Start of RECORDS

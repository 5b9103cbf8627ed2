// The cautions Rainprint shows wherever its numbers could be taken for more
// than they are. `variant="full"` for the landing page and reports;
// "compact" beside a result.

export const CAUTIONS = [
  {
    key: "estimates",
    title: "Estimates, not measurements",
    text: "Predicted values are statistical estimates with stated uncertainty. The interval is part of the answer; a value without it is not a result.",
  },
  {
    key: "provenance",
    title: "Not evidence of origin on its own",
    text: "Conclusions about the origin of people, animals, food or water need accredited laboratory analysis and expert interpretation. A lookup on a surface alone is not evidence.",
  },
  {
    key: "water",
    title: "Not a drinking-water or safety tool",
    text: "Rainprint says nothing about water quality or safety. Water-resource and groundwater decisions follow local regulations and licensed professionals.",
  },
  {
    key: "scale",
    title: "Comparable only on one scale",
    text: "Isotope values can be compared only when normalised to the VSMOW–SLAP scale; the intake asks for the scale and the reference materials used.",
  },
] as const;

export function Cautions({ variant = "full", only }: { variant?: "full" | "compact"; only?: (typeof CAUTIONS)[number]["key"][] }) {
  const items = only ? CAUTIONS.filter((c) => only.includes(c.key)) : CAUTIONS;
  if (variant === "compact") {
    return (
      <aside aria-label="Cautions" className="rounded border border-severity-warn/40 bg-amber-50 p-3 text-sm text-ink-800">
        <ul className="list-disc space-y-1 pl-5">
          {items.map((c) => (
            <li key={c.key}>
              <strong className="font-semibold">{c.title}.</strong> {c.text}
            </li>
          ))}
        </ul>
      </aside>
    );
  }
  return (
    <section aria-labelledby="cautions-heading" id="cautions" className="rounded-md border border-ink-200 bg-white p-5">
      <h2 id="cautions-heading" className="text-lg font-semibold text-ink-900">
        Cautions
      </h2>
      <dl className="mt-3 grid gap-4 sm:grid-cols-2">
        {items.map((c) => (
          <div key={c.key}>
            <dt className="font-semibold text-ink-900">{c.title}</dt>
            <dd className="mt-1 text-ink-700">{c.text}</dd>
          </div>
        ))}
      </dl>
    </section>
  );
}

End of RECORDS

#### [WHAT TO DO]
Filter the entries by the string "items" and copy each matching line.

#### [OUTPUT FOR THIS TASK]
  const items = only ? CAUTIONS.filter((c) => only.includes(c.key)) : CAUTIONS;
          {items.map((c) => (
        {items.map((c) => (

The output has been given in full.